3. Here is the important bit.
You need to be in NUTRITIONAL KETOSIS.
That's 0.5 mmol/L anything below that, and your body will not have enough juice to fuel itself so it will want you to eat carbs. You will feel depressed and lethargic. You will not know why.
"Why do I feel so shit? I am doing everything right?!"
4. The way to measure your ketones is with glucose blood tester with Keto strips (about .50c a pop).
You can measure it with a urine test strip. But it will only be effective at the start because your body will get really good at NOT pissing out ketones as it's premium grade aviation gas. But after a while you will know when you are in KETOSIS as you will be energised and motivated to do shit.
Get strips to start with.
5. The main risk why doctors don't want you to do keto is acidoketosis.
It can kill you but the risks are exceedingly small. You are far more likely to die from eating carbs. Know symptoms.
6. Supplements. You must take appropriate supplements. Chromium, magnesium, Q10, Vitamin B. Without which you will suffer Keto headaches. This is the main reason I stopped keto twice before I knew it.
7. You will have an intestinal upset for about 2-4 weeks when you start. You are killing all your gut bacteria that thrive on glucose. Eat a lot of low carb, veggies like lettuce, cucumbers, tomatoes, spring onion (the green part)
8. You can pop in and out of keto.
It's not recommended. But you can.
Some folks "keto-cycle" every 4 weeks, they pop for 3 days or so into carbs. Your body will get better at getting into KETOSIS faster. It will take 2-3 days instead of 7-9
9. CARBS ARE EVERYWHERE.
Depending on your body, as little as 20g a day will pop you out.
10. There are many "hacks".
Spirits are ok to drink, beer is not.
Diary is bad (anything with -ose, lactose, fructose) is basically sugar after it gets converted in the liver.

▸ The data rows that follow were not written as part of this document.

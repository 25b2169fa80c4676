"""The pipeline files in examples/ci/ (issue 13): valid for their CI system according to the schemas
check-jsonschema ships (SchemaStore's GitHub workflow and GitLab CI schemas), and every derate command
in them is one derate accepts."""

from __future__ import annotations

import os
import re
import shlex
import subprocess
import sys
from pathlib import Path

import pytest
import yaml

from derate.cli.args import build_parser

CI = Path(__file__).parents[1] / "examples" / "ci"
FILES = {"github-derate.yml": "vendor.github-workflows", "gitlab-derate.yml": "vendor.gitlab-ci"}


def _validate(path: Path, schema: str) -> subprocess.CompletedProcess:
    return subprocess.run([sys.executable, "-m", "check_jsonschema", "--builtin-schema", schema, str(path)],
                          capture_output=True, text=True, timeout=120, env={**os.environ, "NO_COLOR": "1"})


@pytest.mark.parametrize("name", sorted(FILES))
def test_pipeline_file_is_valid_for_its_ci(name):
    run = _validate(CI / name, FILES[name])
    assert run.returncode == 0, run.stdout + run.stderr


@pytest.mark.parametrize("name", sorted(FILES))
def test_the_validator_has_teeth(name, tmp_path):
    broken = tmp_path / name
    text = (CI / name).read_text()
    # a misspelt key the CI system would reject
    broken.write_text(text.replace("runs-on:", "run-on:") if name.startswith("github") else
                      text.replace("  artifacts:", "  artefacts:"))
    assert _validate(broken, FILES[name]).returncode != 0


def _derate_commands(doc) -> list[str]:
    found = []
    if isinstance(doc, dict):
        for v in doc.values():
            found += _derate_commands(v)
    elif isinstance(doc, list):
        for v in doc:
            found += _derate_commands(v)
    elif isinstance(doc, str) and re.match(r"\s*derate ", doc):
        found.append(doc)
    return found


@pytest.mark.parametrize("name", sorted(FILES))
def test_every_derate_command_parses(name):
    doc = yaml.safe_load((CI / name).read_text())
    commands = _derate_commands(doc)
    assert commands, "the file runs derate"
    for command in commands:
        # CI expressions and variables become plain values before parsing
        text = re.sub(r"\$\{\{[^}]*\}\}", "x", command).replace('"$PROJECT"', "derate.yaml")
        text = text.replace("x/x/actions/runs/x", "https://github.example/o/r/actions/runs/1")
        text = re.sub(r"\$CI_JOB_URL", "https://gitlab.example/job/1", text)
        argv = shlex.split(text)[1:]
        args = build_parser().parse_args(argv)
        assert args.command == "check" and args.quiet and args.output == "reports/"
        assert {"html", "markdown", "json"} <= set(args.formats)
        assert ("sarif" if name.startswith("github") else "junit") in args.formats
        assert args.report_url.startswith("https://")


@pytest.mark.parametrize("name", sorted(FILES))
def test_derate_is_never_installed_by_its_bare_name_from_the_index(name):
    """On the public package index "derate" is an unrelated project: a pipeline that installs that
    name runs a stranger's code.  The files install a wheel kept in the repository (or a pinned
    commit), named by a variable the reader sets."""
    text = (CI / name).read_text()
    installs = re.findall(r"pip install\s+(.+)", text)
    assert installs, "the file installs derate somewhere"
    for spec in installs:
        spec = spec.strip().strip('"').strip("'")
        assert not re.match(r"derate\b", spec), spec  # not "derate", "derate==0.2.0", "derate[dask]"
        assert spec.startswith("$") or spec.startswith((".", "/", "git+")), spec
    assert "DERATE_WHEEL:" in text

But cheeses, especially mature cheeses are fine.
You can use pouring cream instead of milk in coffee.
It can be expensive as you will be eating a lot of animal protein.
Some folks (Scandis) respond super well to fish.
11. I would highly highly highly recommend you quit sugar before you do keto. It takes about 6 weeks to stop sugar addiction and for two weeks you will think you are dying.
If you throw keto on top of that, you will fail.
Feel free to ask me any questions about #ketogenic food regime.
Oh...and do eat fresh.
Processed food contains shit.
I'm presently out of keto as I poisoned myself with a steak that was in the fridge too long.
12. The conventional wisdom says you need to stop keto after 3-12 months. But the research is not there to support that claim, if you maintain NUTRITIONAL Keto.